Cyrtodactylus hoskini
- Conservation status: Least Concern (IUCN 3.1)

Scientific classification
- Kingdom: Animalia
- Phylum: Chordata
- Class: Reptilia
- Order: Squamata
- Suborder: Gekkota
- Family: Gekkonidae
- Genus: Cyrtodactylus
- Species: C. hoskini
- Binomial name: Cyrtodactylus hoskini Shea, Couper, Wilmer & Amey, 2011

= Cyrtodactylus hoskini =

- Genus: Cyrtodactylus
- Species: hoskini
- Authority: Shea, Couper, Wilmer & Amey, 2011
- Conservation status: LC

Gecko endemic to Queensland, Australia

Cyrtodactylus hoskini is a species of gecko, a lizard in the family Gekkonidae.
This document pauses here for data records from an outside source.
package config

import (
	"fmt"
	"math"
	"path/filepath"

	"sagcrest/config/diag"
	"sagcrest/config/points"
	"sagcrest/config/quantity"
	"sagcrest/config/raster"
	"sagcrest/section"
	"sagcrest/section/terrain"
)

// Ground is the survey of a project as it was read, in metres: points, a
// raster or section lines, whichever the project names.
type Ground struct {
	Points []terrain.Point
	Raster *terrain.Raster
	Lines  []section.SurveyLine
	// Grid is what the file of a raster says about itself, for the echo of
	// inputs; nil for other surveys. Its levels are those of Raster.
	Grid *raster.Raster
	// Inputs are the files that were read.
	Inputs []Input
}

// LoadGround reads the survey that a project names, from its path relative to
// the project file. A missing file is F01 at the key that names it; every
// other problem is one of the survey file's own lines, but for U01.
func LoadGround(files Files, p *Project) (Ground, []diag.Problem) {
	key := "survey." + string(p.Survey.Kind)
	path := filepath.FromSlash(p.Survey.Path)
	if !filepath.IsAbs(path) {
		path = filepath.Join(filepath.Dir(p.File()), path)
	}
	data, err := files(path)
	if err != nil {
		n, _ := p.root.locate(key)
		message := fmt.Sprintf("%s: %s cannot be read: %v", key, p.Survey.Path, reason(err))
		return Ground{}, []diag.Problem{p.document.problem("F01", n.at, key, message, "the path is relative to the project file")}
	}
	g := Ground{Inputs: []Input{newInput(filepath.ToSlash(p.Survey.Path), data)}}
	options := points.Options{Order: p.Survey.Order, Unit: p.Survey.Units.Metres()}
	var problems []diag.Problem
	switch p.Survey.Kind {
	case SurveyPoints:
		g.Points, problems = points.Read(path, data, options)
	case SurveySections:
		g.Lines, problems = points.ReadLines(path, data, options, p.Labels)
	case SurveyGrid:
		g.Grid, problems = raster.Read(path, data, raster.Options{Unit: p.Survey.Units.Metres()})
		if g.Grid != nil {
			g.Raster = &g.Grid.Levels
		}
	}
	p.placeOrder(problems)
	if which := p.whichFoot(g); which != nil {
		problems = append(problems, *which)
	}
	return g, problems
}

// placeOrder moves what is wrong with the declared order, which the reader of
// the points finds, to the line of the project file that declares it.
func (p *Project) placeOrder(problems []diag.Problem) {
	for i, q := range problems {
		if q.Key == "survey.order" && q.Line == 0 {
			n, _ := p.root.locate(q.Key)
			problems[i] = p.document.problem(q.Code, n.at, q.Key, q.Message, q.Help)
		}
	}
}

// whichFoot refuses a survey on map coordinates in a foot that nobody named
// (U01). Section lines have no map coordinates.
func (p *Project) whichFoot(g Ground) *diag.Problem {
	if p.Survey.Units != quantity.FeetUnsaid {
		return nil
	}
	largest := 0.0
	for _, pt := range g.Points {
		largest = max(largest, math.Abs(pt.E), math.Abs(pt.N))
	}
	if g.Raster != nil {
		largest = max(math.Abs(g.Raster.West), math.Abs(g.Raster.North))
	}
	largest /= p.Survey.Units.Metres()
	if largest <= quantity.MapCoordinate {
		return nil
	}
	key := "survey.units"
	if n, depth := p.root.locate(key); depth < 2 || n == nil {
		key = "units"
	}
	n, _ := p.root.locate(key)
	problem := p.document.problem("U01", n.at, key, fmt.Sprintf(`the survey is in "ft" on map coordinates (up to %s ft): which foot is unsaid`, quantity.Decimal(largest, 0)),
		`write "international feet" or "us survey feet"`)
	return &problem
}
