package config

import (
	"crypto/sha256"
	"encoding/hex"
	"errors"
	"fmt"
	"io/fs"
	"path/filepath"
	"reflect"
	"slices"

	"github.com/go-viper/mapstructure/v2"
	"github.com/spf13/viper"

	"sagcrest/config/diag"
	"sagcrest/config/quantity"
	"sagcrest/profile/finding"
)

// Document is a project file that was read: the base road and its
// alternatives, with the place of every key. It is never changed.
type Document struct {
	*source
	root *node
}

// Input names a file that was read.
type Input struct {
	Path   string // relative to the folder of the project
	SHA256 string // hexadecimal
	Bytes  int
}

// newInput hashes the bytes as they were read, line ends included: another
// checker must find the same hash with any tool.
func newInput(path string, data []byte) Input {
	sum := sha256.Sum256(data)
	return Input{Path: path, SHA256: hex.EncodeToString(sum[:]), Bytes: len(data)}
}

// Input returns path, hash and size of the project file itself.
func (d *Document) Input() Input { return newInput(filepath.Base(d.path), d.data) }

// Read reads a project file once. The problems are all that can be said
// without knowing which road is asked for: form, unknown keys, values that are
// no number, text or table where one is meant. The document is nil only when
// the file cannot be read at all; otherwise Project may be called for the rest
// of the complaints, yet no run may follow from a document with problems.
func Read(files Files, path string) (*Document, []diag.Problem) {
	data, err := files(path)
	if err != nil {
		return nil, []diag.Problem{missing(path, "", err)}
	}
	d := &Document{source: newSource(path, data)}
	var problems []diag.Problem
	d.root, problems = grow(d.source)
	if d.root == nil {
		return nil, problems
	}
	in := &inspector{source: d.source}
	in.inspect(d.root, reflect.TypeFor[fileProject](), "")
	d.nameAlternatives(in)
	return d, append(problems, in.problems...)
}

// missing says that a file cannot be opened (F01).
func missing(path, key string, err error) diag.Problem {
	message := fmt.Sprintf("%s: %v", path, reason(err))
	return diag.Problem{Code: "F01", Severity: finding.Error, File: path, Key: key, Message: message, Help: "check the name and the rights of the file"}
}

// reason takes the path out of the file system's message, which is printed
// beside it anyway.
func reason(err error) error {
	var e *fs.PathError
	if errors.As(err, &e) {
		return e.Err
	}
	return err
}

// Project returns one road of the document: "base" or the name of an
// alternative. The problems are those of the road as a whole: missing keys,
// units, ranges, contradictions, names that nothing carries. The project is
// nil when one of them ends the run; a project may come with Q21, which does
// not.
func (d *Document) Project(alternative string) (*Project, []diag.Problem) {
	base := d.root.without("alternative")
	merged := base
	if alternative != baseName {
		over, problem := d.find(alternative)
		if problem != nil {
			return nil, []diag.Problem{*problem}
		}
		merged = merge(base, over.without("name"))
	}
	r := &reading{source: d.source, root: merged, things: things(d.root)}
	p := r.project()
	p.Alternative, p.document, p.root = alternative, d, merged
	r.differing(base)
	if ends(r.problems) {
		return nil, r.problems
	}
	return p, r.problems
}

// ends reports whether a problem leaves no geometry or no meaning. Of what this
// package says only Q21 does not: it concerns a comparison.
func ends(problems []diag.Problem) bool {
	return slices.ContainsFunc(problems, func(p diag.Problem) bool { return p.Code != "Q21" })
}

// find returns the table of an alternative.
func (d *Document) find(name string) (*node, *diag.Problem) {
	for _, n := range d.alternatives() {
		if n.get("name").string() == name && name != "" {
			return n, nil
		}
	}
	known := append([]string{baseName}, d.Alternatives()...)
	p := d.problem("F03", position{1, 1}, "alternative", fmt.Sprintf("the project has no alternative %q", name), suggest(name, known))
	if e := d.root.entry("alternative"); e != nil {
		p = d.problem("F03", e.at, "alternative", p.Message, p.Help)
	}
	return nil, &p
}

// project decodes the merged tree and converts it, stage by stage. Bare
// numbers and labels need the units and the first label, so these come first.
func (r *reading) project() *Project {
	t := reflect.TypeFor[fileProject]()
	in := &inspector{source: r.source}
	in.demand(r.root, t, "")
	r.problems = append(r.problems, in.problems...)
	r.units = quantity.Metric
	if units, ok := quantity.ParseSystem(r.root.get("units").string()); ok {
		r.units = units
	}
	f := r.decode(t)
	r.startLabel(f.Alignment)
	r.settle(reflect.ValueOf(f).Elem(), "", field{})
	p := &Project{
		Title: f.Title, Date: f.Date, Revision: f.Revision, Originator: f.Originator, Checker: f.Checker,
		Rounding: f.Rounding, Units: r.units, Labels: r.labels,
		Survey: r.survey(f.Survey), Alignment: r.alignment(f.Alignment),
		PVI: r.profile(f.Profile), CurveTable: r.curveTable(f.Profile), TieIns: r.tieIns(f.TieIn),
		Obstacles: r.obstacles(f.Clearance), Typicals: r.typicals(f.TypicalSection), Strata: r.strata(f.Stratum),
		Superelevation: crossfalls(f.Superelevation),
		Materials:      r.materials(f.Material), Prices: r.prices(f.Prices), HasPrices: f.Prices != nil,
		Culverts: r.culverts(f.Culvert), RightOfWay: r.rightOfWay(f.RightOfWay), Accepts: r.accepts(f.Accept),
	}
	if f.Profile != nil {
		p.DesignSpeed, p.Criteria = f.Profile.DesignSpeed.or(0), f.Profile.Criteria
	}
	if f.Prices != nil {
		p.Prices.Respread = r.plainRate(f.Prices.Respread, "prices.respread", quantity.Volume)
	}
	p.Request = r.request(f.Earthwork, p)
	p.Request.Exclusions, p.Request.Extras = r.exclusions(f.Exclude), r.extras(f.ExtraQuantity)
	return p
}

// decode feeds what is left of the tree after inspection to viper and takes
// the typed file out of it. Environment and flags never reach it: the same
// bytes in give the same bytes out. Keys are ours and lower case, so viper's
// folding of case changes nothing; names of the user stand in values only.
func (r *reading) decode(t reflect.Type) *fileProject {
	in := &inspector{source: r.source} // its complaints were made when the file was read
	clean := in.inspect(r.root, t, "")
	var f fileProject
	v := viper.New()
	err := v.MergeConfigMap(clean.plain().(map[string]any))
	if err == nil {
		err = v.UnmarshalExact(&f, viper.DecodeHook(mapstructure.DecodeHookFuncType(textHook)), func(c *mapstructure.DecoderConfig) {
			c.TagName, c.WeaklyTypedInput = "json", false
		})
	}
	if err != nil { // the inspected tree fits the types by construction
		panic("config: " + err.Error())
	}
	return &f
}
The species is endemic to Australia.

==Etymology==
The specific name, hoskini, is in honor of Australian herpetologist Conrad J. Hoskin.

==Geographic range==
C. hoskini is found in northern Queensland, Australia.

==Habitat==
The preferred natural habitats of C. hoskini are forest and rocky areas.

==Description==
Large for its genus, C. hoskini may attain a snout-to-vent length (SVL) of 11.2 cm.

==Reproduction==
The mode of reproduction of C. hoskini is unknown.